第14回 Moscato di Noto/Moscato di Pantelleria
 〜シチリアのドルチェモスカート東西対決〜


 



中川原 まゆみ





甘口ワインと言えばモスカートというほど世に知られていて、よく消費されている。
思い浮かべるのはピエモンテ州の軽い発泡性で口当たりの柔らかなアスティースプマンテやモスカートダスティ。
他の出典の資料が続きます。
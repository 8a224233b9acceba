/**
 * `gridgauge report FILE [--out report.html] [--with DIR…]` (README "Design-review report"):
 * runs the scenario as `run` does, with the full-grid running DFT at the first analysis
 * frequency for the error map when the memory cap allows, reads every study file found in
 * each --with folder (absorber.json, resolution.json, convergence.json, or any *.json with
 * a `candidates` list and a `recommended` entry), builds the report (src/io/report.ts) and
 * writes it as one HTML file.
 */
import { readdir, readFile, stat, mkdir, writeFile } from 'node:fs/promises';
import { basename, dirname, join } from 'node:path';
import { errorMapOf } from '../compare/error-map.ts';
import { collectResults } from '../compare/results.ts';
import { makeSimulation } from '../engine/create-simulation.ts';
import { buildReport, type ReportStudy } from '../io/report.ts';
import { isStudyJson, studyKind } from '../io/report/study-data.ts';
import { deriveQuantities, scenarioMemoryBytes } from '../scenario/derived.ts';
import { MEMORY_CAP_BYTES } from '../scenario/memory.ts';
import type { Scenario } from '../scenario/types.ts';
import { formatBytes } from '../scenario/units.ts';
import { energyLeftWarning, scenarioWarnings } from '../scenario/warnings.ts';
import packageJson from '../../package.json' with { type: 'json' };
import { listOption, type ParsedArgs } from './args.ts';
import { InvalidInput, loadScenarioFile } from './load.ts';
import { note, out } from './output.ts';
import { runWithProgress } from './run-loop.ts';

/** The report's file when --out is not given. */
export const DEFAULT_REPORT_FILE = 'report.html';

/** Whether a folder's file is one of the studies' own files (a broken one is an error, not skipped). */
const isNamedStudy = (file: string) => studyKind({ file, folder: '', data: null }) !== 'other';

/**
 * Every study file in the given folders, in the order given, files by name within a folder.
 * Throws InvalidInput for a folder that is missing, is not a folder, or holds no study file,
 * and for a study's own file (absorber.json, …) that is not valid JSON or not a study.
 *
 * @example
 * await readStudyFolders(['out/absorber', 'out/resolution']); // [{ file: 'absorber.json', … }, { file: 'resolution.json', … }]
 */
export async function readStudyFolders(folders: readonly string[]): Promise<ReportStudy[]> {
  const studies: ReportStudy[] = [];
  for (const folder of folders) {
    const info = await stat(folder).catch(() => undefined);
    if (!info?.isDirectory()) {
      throw new InvalidInput([{ path: `--with ${folder}`, message: `${info ? 'is not a folder' : 'no such folder'}; give the --out folder of a study (e.g. the folder absorber.json was written to)` }]);
    }
    const names = (await readdir(folder)).filter((n) => n.toLowerCase().endsWith('.json')).sort();
    const found: ReportStudy[] = [];
    for (const file of names) {
      const path = join(folder, file);
      if (!(await stat(path)).isFile()) continue;
      let data: unknown;
      try {
        data = JSON.parse(await readFile(path, 'utf8'));
      } catch (e) {
        if (isNamedStudy(file)) throw new InvalidInput([{ path, message: `is not valid JSON (${e instanceof Error ? e.message : String(e)}); write it again with the study's --out` }]);
        continue;
      }
      if (isStudyJson(data)) found.push({ file, folder, data });
      else if (isNamedStudy(file)) throw new InvalidInput([{ path, message: 'has no "candidates" list and "recommended" entry, so it is not a study\'s result; write it again with the study\'s --out' }]);
    }
    if (found.length === 0) {
      throw new InvalidInput([{ path: `--with ${folder}`, message: 'holds no study file (absorber.json, resolution.json, convergence.json, or another .json with "candidates" and "recommended"); give the --out folder of a study' }]);
    }
    studies.push(...found);
  }
  return studies;
}

/**
 * The error map's frequency (the first analysis frequency), or why there is none: no
 * analysis frequency, or the full-grid DFT (8 bytes per node) would take the run above the
 * memory cap.
 *
 * @example
 * errorMapPlan(demoScenario()); // { frequency: 5e9 }
 */
export function errorMapPlan(s: Scenario): { frequency?: number; note?: string } {
  const f = s.frequencies[0];
  if (f === undefined) return { note: 'the scenario has no analysis frequency to map' };
  const bytes = scenarioMemoryBytes(s, true);
  if (bytes > MEMORY_CAP_BYTES) {
    return { note: `the full-grid DFT would take the run to ${formatBytes(bytes)}, above the ${formatBytes(MEMORY_CAP_BYTES, 3, true)} memory cap, so the run was made without it` };
  }
  return { frequency: f };
}

/** Where the report goes: --out as a file, or report.html inside --out when it names a folder. */
async function reportPath(args: ParsedArgs): Promise<string> {
  const given = args.options.get('out');
  if (typeof given !== 'string') return DEFAULT_REPORT_FILE;
  if (/[\\/]$/.test(given) || (await stat(given).catch(() => undefined))?.isDirectory()) return join(given, DEFAULT_REPORT_FILE);
  return given;
}

/** The date and time as the report prints it: "2025-06-01 14:03 UTC". */
const reportDate = (d: Date) => `${d.toISOString().slice(0, 16).replace('T', ' ')} UTC`;

/**
 * Runs `gridgauge report`; returns the exit code (0, 1 blow-up, 130 interrupted; invalid input throws).
 *
 * @example
 * await commandReport(parseArgs(['examples/demo.json', '--with', 'out/absorber'], ['out', 'with'], []));
 */
export async function commandReport(args: ParsedArgs): Promise<number> {
  const file = args.positional[0];
  const scenario = await loadScenarioFile(file);
  const studies = await readStudyFolders(listOption(args, 'with'));
  const target = await reportPath(args);
  const map = errorMapPlan(scenario);
  if (map.note) note(`gridgauge: no error map: ${map.note}`);

  const t0 = performance.now();
  const sim = await makeSimulation(scenario, map.frequency !== undefined ? { fullGridFrequency: map.frequency } : {});
  const { outcome, interrupted } = await runWithProgress(sim, 'reporting what was computed');
  const blowUp = outcome.blowUp;
  if (blowUp) note(`gridgauge: run stopped: ${blowUp.reason}; the report covers the steps up to ${blowUp.step}`);
  const runSeconds = (performance.now() - t0) / 1000;

  const t1 = performance.now();
  const results = collectResults(sim);
  const energyLeft = energyLeftWarning(outcome.energyLeftDb, scenario.steps);
  const stopped = blowUp ? { step: blowUp.step, reason: blowUp.reason } : interrupted ? { step: sim.stepsDone, reason: 'interrupted (Ctrl-C)' } : undefined;
  const text = buildReport({
    scenarioName: basename(file as string),
    scenario,
    results,
    derived: deriveQuantities(scenario),
    warnings: [...scenarioWarnings(scenario), ...(energyLeft ? [energyLeft] : [])],
    errorMap: errorMapOf(sim),
    errorMapNote: map.note,
    studies,
    run: { seconds: runSeconds, memory_bytes: sim.memoryBytes, ...(stopped ? { stopped } : {}) },
    version: packageJson.version,
    runtime: `Node ${process.version}`,
    date: reportDate(new Date()),
  });
  const buildSeconds = (performance.now() - t1) / 1000;
  sim.dispose();
  await mkdir(dirname(target), { recursive: true });
  await writeFile(target, text);
  out(`wrote ${target} (${formatBytes(Buffer.byteLength(text))}; ${studies.length} ${studies.length === 1 ? 'study' : 'studies'}${map.note ? ', no error map' : ''}): ` +
    `run ${runSeconds.toFixed(2)} s, report built in ${buildSeconds.toFixed(2)} s`);
  return blowUp ? 1 : interrupted ? 130 : 0;
}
クリスマスにパネットーネやパンドーロと一緒に飲むのは定番で、日本でも何故かこの時期にケーキ屋の店頭で売られているのを目にする。
白いラベルで赤いラインの入っているものが多く、やはり、造り手もクリスマスをイメージしてデザインしているのだろうか?

アルコール度数はかなり低く5〜10度程度の甘口ででフレッシュな果実香があり、口当たりもソフトで特に女性に人気があり、マルケに住むソムリエの友人は仕事が終わると冷蔵庫で冷やしてあるモスカートダスティを毎晩1本飲んでいる。
イタリアで次に名前にあがるのがD.O.CのMoscato di Pantelleria(モスカート ディパンテェレリア)、シチリアの南西に位置する島で造られている辛口、発泡性、リキュールなどがあるが甘口ワインが有名。
この島は夏期には連日40度を超す暑さで、さらに甘口ワインのなかのPassito di Pantelleria(パッシート ディ パンテッレリア)は収穫後に枝ごと切り離し、畑に寝かせてさらに太陽の熱で乾燥させ、糖度を上げる。私はPassito di Pantelleriaを想像するだけで奥歯が痛くなってくる、何故かというと、とても甘いからだ。色は黄金色に光り輝き、グラスが揺れると、まるで陽炎(カゲロウ)のように波打ち、高い粘度を感じる。グラスに近づくとハワイアンが聞こえてくる。パイナップル、マンゴ、パパイア、そして蜂蜜、時にはユーカリなど。思いきって口に投げ込むと勢いは後頭部まで広がり、長い余韻と共にパンテッレリア島の乾いた暑さとワイン畑から望む地中海の碧さを思いおこさせる。
まさに、自然が造りだす野性味あふれたパワーだ!

ここで栽培されているモスカート種はジビッボと呼ばれ、シチリア本土の人達はモスカート ディ アッレサンドリアと呼んでおり、ピエモンテ州と同じ仲間の品種だ。そして、シチリアの反対側の東南の海岸に位置するネーロダーボラの優良生産地で知られるノート地区で造られているMoscato di Notoはパンテッレリア島やピエモンテとは違う流れのモスカート種でモスカートビアンコと呼ばれている。
色はほんのりと緑がかったもえぎ色で香りもデリケート。青リンゴ、レモンの皮のシロップ漬、土壌からくるミネラル感、味わいもシチリアを忘れるほどのさわやかな酸味と静かで流れるようなフィナーレ。
ここはパンテッレリア島とは違い、乾燥というよりは半乾燥。
枝を切り落とすのではなく、ブドウ房の茎部分に房が落ちない程度にハサミを入れ、乾燥させる。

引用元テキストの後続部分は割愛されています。